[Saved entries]
===
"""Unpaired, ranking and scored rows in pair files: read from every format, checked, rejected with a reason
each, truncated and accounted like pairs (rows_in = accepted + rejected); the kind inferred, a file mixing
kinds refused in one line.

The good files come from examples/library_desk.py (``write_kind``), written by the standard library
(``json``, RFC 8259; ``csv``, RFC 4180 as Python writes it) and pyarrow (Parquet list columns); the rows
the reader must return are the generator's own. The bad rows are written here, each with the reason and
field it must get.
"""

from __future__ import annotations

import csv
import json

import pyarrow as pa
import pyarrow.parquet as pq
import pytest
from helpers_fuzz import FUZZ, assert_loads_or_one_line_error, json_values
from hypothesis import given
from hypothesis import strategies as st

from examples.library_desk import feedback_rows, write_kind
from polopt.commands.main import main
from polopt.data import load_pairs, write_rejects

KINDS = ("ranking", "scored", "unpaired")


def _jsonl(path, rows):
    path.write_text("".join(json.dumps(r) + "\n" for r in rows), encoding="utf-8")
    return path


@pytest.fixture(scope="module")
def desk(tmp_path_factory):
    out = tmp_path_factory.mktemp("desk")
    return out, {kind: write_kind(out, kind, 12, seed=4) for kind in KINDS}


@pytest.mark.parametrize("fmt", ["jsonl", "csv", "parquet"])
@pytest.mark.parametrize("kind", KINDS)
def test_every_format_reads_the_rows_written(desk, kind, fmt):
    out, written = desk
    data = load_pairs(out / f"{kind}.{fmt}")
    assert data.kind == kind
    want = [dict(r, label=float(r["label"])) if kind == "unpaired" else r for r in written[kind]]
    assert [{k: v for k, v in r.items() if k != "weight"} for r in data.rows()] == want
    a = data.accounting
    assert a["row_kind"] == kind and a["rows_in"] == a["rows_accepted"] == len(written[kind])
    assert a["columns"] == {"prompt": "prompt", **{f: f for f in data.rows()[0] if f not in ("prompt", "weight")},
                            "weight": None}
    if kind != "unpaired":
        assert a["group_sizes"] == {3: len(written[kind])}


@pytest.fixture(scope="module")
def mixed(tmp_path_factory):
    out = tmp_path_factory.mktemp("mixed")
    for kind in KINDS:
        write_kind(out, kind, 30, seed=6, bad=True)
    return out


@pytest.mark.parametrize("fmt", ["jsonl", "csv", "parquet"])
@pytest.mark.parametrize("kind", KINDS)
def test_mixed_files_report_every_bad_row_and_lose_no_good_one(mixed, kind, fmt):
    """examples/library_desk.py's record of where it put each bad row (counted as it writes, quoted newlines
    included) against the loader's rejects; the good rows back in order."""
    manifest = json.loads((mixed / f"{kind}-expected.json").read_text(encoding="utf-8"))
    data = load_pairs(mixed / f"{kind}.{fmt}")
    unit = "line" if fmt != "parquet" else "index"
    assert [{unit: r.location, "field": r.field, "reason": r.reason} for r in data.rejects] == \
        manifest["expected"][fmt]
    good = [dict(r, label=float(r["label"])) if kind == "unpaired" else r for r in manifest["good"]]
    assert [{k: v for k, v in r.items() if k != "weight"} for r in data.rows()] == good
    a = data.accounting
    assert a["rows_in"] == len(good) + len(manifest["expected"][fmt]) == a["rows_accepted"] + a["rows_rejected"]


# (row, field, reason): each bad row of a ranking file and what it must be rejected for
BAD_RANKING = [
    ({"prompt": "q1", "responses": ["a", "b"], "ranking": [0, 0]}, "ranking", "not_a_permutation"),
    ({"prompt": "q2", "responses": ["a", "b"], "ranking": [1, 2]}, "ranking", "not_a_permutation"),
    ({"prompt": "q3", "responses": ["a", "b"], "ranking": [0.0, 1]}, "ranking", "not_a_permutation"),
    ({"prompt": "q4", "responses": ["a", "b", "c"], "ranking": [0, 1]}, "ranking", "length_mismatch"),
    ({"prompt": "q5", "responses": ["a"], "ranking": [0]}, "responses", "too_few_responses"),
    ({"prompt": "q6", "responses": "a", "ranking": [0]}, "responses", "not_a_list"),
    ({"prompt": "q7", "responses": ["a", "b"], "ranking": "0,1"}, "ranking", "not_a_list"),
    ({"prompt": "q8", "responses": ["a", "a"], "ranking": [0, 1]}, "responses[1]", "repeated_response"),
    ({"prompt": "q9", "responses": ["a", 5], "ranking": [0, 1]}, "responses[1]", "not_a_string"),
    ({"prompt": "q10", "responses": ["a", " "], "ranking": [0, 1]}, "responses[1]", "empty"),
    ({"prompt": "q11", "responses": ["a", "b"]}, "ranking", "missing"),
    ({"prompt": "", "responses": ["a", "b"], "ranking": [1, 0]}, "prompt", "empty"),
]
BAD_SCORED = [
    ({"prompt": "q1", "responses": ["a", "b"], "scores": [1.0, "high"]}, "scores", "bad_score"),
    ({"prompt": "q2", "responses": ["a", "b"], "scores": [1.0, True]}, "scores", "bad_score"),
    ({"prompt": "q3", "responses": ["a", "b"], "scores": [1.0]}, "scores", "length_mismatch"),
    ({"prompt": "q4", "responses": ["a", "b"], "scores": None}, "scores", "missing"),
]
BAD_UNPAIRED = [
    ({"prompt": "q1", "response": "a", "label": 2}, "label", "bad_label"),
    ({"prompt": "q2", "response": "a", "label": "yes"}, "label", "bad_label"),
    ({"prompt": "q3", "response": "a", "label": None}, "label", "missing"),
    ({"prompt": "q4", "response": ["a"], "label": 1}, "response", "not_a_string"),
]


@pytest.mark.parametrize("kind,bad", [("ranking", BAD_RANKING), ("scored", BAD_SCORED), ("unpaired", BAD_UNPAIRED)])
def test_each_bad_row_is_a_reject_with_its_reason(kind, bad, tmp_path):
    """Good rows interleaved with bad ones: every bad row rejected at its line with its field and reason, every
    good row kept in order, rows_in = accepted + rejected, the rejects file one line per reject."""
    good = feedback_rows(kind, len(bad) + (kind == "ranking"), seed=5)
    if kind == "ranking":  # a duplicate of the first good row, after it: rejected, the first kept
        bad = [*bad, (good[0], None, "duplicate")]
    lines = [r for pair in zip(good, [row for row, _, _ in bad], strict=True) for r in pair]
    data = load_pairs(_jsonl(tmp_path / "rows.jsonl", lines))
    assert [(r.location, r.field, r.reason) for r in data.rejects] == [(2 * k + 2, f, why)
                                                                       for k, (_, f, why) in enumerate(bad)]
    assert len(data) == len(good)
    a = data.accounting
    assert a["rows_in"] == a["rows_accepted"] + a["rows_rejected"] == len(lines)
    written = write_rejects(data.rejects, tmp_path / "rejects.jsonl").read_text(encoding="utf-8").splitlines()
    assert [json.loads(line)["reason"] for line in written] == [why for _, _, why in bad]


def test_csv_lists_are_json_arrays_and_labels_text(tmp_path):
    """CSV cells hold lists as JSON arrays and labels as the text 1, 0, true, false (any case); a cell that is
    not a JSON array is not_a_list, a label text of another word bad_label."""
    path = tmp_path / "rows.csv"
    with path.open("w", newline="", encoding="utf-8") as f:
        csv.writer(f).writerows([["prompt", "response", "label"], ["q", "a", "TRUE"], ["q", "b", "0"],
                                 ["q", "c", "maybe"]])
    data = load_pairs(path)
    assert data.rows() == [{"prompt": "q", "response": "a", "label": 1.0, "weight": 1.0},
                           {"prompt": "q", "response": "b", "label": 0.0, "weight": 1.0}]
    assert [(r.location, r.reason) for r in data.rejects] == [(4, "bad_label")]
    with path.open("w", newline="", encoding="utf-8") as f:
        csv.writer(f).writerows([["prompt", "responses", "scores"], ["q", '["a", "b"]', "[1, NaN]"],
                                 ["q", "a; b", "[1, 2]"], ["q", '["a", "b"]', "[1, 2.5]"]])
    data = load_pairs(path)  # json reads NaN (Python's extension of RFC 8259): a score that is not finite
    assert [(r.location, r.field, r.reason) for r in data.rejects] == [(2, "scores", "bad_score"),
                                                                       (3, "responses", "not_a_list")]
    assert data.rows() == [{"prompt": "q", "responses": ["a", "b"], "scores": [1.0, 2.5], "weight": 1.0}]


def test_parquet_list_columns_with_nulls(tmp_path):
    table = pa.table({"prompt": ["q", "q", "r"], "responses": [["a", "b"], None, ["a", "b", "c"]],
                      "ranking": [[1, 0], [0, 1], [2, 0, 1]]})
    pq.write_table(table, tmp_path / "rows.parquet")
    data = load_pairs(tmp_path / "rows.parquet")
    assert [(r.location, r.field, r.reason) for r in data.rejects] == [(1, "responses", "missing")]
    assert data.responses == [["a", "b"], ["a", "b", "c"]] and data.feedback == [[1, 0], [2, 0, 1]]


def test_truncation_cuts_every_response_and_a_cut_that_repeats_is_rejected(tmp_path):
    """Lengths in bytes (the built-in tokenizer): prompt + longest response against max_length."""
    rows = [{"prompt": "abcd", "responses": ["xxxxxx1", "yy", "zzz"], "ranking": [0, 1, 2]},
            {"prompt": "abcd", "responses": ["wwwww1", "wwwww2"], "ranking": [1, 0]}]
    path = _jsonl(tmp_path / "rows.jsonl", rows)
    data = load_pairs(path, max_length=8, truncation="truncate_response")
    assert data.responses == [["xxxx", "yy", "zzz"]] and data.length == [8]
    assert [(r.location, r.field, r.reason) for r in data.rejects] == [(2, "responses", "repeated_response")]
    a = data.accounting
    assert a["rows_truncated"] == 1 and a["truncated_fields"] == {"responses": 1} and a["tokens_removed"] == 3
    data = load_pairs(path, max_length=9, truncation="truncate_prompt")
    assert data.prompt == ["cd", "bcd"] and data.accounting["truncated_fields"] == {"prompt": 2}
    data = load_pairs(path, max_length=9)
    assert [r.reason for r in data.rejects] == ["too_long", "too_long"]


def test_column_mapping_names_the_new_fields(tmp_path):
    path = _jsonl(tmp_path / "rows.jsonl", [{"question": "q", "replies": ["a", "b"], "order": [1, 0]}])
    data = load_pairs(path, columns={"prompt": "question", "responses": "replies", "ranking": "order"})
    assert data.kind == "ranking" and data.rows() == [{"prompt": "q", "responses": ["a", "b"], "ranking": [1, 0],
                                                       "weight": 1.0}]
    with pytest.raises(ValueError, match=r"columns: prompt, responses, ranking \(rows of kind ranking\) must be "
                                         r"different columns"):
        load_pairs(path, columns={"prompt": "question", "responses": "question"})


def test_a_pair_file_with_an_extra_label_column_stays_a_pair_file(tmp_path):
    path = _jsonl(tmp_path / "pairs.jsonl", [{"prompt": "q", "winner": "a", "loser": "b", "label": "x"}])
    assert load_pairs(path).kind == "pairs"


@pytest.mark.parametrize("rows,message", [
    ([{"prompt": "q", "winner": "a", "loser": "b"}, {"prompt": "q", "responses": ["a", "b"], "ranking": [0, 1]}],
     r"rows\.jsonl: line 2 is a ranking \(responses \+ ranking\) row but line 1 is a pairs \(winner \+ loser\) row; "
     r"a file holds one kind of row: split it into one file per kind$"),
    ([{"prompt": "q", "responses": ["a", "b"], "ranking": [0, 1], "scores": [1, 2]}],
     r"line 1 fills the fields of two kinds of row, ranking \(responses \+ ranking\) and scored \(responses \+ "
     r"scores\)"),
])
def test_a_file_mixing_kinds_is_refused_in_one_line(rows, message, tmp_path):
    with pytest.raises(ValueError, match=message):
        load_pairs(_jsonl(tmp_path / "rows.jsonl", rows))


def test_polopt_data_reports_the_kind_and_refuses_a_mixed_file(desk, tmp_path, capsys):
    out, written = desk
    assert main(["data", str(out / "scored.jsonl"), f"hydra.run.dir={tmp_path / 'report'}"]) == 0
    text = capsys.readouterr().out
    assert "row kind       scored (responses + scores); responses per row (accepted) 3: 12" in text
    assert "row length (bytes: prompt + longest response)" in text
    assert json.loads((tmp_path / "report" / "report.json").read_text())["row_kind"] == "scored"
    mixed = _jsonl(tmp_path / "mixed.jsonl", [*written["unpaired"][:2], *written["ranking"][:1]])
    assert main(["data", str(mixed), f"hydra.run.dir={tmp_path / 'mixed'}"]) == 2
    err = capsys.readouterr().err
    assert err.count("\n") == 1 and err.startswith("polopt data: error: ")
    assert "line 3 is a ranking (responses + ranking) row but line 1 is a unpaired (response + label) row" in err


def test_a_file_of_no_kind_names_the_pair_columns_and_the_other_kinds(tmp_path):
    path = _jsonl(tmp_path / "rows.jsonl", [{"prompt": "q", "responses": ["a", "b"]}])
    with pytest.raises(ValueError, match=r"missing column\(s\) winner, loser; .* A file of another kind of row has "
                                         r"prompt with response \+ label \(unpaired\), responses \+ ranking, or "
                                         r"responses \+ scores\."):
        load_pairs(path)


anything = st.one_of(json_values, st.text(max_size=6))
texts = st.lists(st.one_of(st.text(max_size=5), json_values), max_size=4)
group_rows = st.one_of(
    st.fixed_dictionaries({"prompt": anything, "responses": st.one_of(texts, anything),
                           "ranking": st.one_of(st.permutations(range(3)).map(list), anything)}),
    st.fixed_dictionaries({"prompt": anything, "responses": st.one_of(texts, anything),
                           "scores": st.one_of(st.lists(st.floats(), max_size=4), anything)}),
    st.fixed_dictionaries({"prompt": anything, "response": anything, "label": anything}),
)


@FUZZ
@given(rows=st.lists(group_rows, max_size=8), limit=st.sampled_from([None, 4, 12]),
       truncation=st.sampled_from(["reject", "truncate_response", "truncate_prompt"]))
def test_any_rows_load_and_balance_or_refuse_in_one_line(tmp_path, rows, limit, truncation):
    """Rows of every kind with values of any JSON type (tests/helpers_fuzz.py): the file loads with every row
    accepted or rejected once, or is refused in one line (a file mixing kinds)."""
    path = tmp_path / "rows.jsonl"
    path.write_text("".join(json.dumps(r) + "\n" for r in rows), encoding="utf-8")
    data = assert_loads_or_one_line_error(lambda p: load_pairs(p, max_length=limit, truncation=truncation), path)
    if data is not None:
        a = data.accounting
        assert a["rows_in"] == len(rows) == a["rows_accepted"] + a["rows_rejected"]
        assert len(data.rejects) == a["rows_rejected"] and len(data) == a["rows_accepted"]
===
WORK ITEM
Nothing but a number is wanted: report how many lines in the entries above contain the string "raises".

RESPONSE TO THIS EXERCISE
3